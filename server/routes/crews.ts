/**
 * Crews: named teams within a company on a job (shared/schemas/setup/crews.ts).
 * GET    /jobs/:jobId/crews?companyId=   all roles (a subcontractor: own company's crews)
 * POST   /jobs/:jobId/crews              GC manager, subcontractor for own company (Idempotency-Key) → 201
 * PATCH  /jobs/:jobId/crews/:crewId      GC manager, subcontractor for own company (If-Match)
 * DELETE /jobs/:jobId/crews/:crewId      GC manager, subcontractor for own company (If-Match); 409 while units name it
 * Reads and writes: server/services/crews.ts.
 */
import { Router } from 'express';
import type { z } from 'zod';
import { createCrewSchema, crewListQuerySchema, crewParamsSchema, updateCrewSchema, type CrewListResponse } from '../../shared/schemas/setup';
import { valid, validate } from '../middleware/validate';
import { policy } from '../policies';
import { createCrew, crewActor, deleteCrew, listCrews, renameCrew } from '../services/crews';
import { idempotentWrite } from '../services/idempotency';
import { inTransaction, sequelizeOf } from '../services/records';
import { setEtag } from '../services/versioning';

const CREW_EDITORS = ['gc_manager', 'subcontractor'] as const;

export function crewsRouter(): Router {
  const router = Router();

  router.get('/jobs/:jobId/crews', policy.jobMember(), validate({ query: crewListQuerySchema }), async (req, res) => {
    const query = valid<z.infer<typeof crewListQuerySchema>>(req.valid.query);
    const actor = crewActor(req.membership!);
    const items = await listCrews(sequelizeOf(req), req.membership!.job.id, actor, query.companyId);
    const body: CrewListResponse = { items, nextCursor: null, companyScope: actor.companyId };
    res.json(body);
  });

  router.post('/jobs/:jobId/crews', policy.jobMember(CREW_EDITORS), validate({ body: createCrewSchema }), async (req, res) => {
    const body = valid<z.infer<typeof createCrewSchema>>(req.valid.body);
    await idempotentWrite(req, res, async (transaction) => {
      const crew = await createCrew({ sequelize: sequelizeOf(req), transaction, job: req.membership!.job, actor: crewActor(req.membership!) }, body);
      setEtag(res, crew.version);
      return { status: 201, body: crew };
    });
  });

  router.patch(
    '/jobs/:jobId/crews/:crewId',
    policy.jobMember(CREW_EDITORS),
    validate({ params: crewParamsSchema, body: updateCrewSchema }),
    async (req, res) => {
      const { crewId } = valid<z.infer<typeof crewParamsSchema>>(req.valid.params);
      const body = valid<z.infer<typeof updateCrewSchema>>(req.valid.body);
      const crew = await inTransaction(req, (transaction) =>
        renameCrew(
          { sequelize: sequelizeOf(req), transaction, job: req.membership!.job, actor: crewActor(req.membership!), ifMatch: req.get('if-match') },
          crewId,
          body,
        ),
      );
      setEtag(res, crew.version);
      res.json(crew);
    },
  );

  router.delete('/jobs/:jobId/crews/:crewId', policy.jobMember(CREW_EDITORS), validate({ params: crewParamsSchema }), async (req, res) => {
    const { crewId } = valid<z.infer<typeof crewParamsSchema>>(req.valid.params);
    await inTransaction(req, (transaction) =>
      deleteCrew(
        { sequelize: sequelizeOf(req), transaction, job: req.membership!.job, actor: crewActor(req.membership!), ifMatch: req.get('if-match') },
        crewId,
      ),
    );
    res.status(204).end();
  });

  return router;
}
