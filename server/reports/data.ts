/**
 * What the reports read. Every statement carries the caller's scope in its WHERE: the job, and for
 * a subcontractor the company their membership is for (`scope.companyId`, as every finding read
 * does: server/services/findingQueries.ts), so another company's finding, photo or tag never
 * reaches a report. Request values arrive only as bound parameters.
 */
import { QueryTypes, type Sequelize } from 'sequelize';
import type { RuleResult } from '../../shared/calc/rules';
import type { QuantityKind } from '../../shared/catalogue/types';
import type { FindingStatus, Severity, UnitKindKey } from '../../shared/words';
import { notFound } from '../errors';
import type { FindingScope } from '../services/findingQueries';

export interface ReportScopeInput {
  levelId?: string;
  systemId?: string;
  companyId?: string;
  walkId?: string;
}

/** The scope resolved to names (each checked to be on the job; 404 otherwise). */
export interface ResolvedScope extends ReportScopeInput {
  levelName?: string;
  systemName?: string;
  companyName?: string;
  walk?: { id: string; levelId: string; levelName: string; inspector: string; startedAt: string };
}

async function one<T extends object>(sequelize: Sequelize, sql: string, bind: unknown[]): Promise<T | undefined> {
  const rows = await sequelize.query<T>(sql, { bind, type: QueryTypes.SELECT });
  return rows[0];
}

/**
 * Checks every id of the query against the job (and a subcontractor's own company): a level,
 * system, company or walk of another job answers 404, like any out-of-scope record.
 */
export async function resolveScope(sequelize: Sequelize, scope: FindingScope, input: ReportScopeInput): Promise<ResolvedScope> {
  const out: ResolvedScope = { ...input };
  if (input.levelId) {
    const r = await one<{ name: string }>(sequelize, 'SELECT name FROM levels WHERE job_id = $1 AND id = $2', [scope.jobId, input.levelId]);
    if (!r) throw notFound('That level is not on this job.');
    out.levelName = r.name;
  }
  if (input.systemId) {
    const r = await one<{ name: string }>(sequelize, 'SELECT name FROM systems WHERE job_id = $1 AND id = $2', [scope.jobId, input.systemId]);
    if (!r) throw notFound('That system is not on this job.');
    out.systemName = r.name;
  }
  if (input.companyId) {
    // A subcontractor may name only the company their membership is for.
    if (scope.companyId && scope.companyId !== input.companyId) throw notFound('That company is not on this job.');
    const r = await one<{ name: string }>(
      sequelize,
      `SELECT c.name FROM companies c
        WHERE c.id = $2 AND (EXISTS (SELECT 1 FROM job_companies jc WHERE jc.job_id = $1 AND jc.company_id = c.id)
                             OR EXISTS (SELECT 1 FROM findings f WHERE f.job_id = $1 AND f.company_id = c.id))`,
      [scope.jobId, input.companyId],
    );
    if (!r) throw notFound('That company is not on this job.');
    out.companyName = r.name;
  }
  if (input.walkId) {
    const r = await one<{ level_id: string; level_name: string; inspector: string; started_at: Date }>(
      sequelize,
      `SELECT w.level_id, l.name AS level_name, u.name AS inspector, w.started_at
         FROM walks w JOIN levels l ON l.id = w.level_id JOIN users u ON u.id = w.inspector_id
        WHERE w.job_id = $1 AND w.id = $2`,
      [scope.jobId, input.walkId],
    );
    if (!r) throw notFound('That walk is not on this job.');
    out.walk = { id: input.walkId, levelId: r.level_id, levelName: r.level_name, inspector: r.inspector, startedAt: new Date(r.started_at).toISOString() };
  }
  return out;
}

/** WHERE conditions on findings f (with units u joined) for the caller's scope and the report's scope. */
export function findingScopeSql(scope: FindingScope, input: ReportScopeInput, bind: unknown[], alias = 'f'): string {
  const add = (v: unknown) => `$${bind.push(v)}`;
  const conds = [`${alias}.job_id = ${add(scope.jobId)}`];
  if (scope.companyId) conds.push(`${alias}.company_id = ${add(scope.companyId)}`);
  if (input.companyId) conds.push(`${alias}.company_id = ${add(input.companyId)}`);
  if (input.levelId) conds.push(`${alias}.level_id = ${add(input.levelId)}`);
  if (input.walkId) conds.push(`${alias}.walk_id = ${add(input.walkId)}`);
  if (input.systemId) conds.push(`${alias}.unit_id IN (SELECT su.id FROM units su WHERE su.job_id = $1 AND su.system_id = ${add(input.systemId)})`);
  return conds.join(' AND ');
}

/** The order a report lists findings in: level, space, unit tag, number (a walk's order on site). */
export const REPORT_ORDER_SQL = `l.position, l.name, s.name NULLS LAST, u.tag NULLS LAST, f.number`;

§ Exercise objective: Every line with the word "jobs" in it should be copied from the listing above.

§ Your response:
 * GET    /jobs/:jobId/crews?companyId=   all roles (a subcontractor: own company's crews)
 * POST   /jobs/:jobId/crews              GC manager, subcontractor for own company (Idempotency-Key) → 201
 * PATCH  /jobs/:jobId/crews/:crewId      GC manager, subcontractor for own company (If-Match)
 * DELETE /jobs/:jobId/crews/:crewId      GC manager, subcontractor for own company (If-Match); 409 while units name it
  router.get('/jobs/:jobId/crews', policy.jobMember(), validate({ query: crewListQuerySchema }), async (req, res) => {
  router.post('/jobs/:jobId/crews', policy.jobMember(CREW_EDITORS), validate({ body: createCrewSchema }), async (req, res) => {
    '/jobs/:jobId/crews/:crewId',
  router.delete('/jobs/:jobId/crews/:crewId', policy.jobMember(CREW_EDITORS), validate({ params: crewParamsSchema }), async (req, res) => {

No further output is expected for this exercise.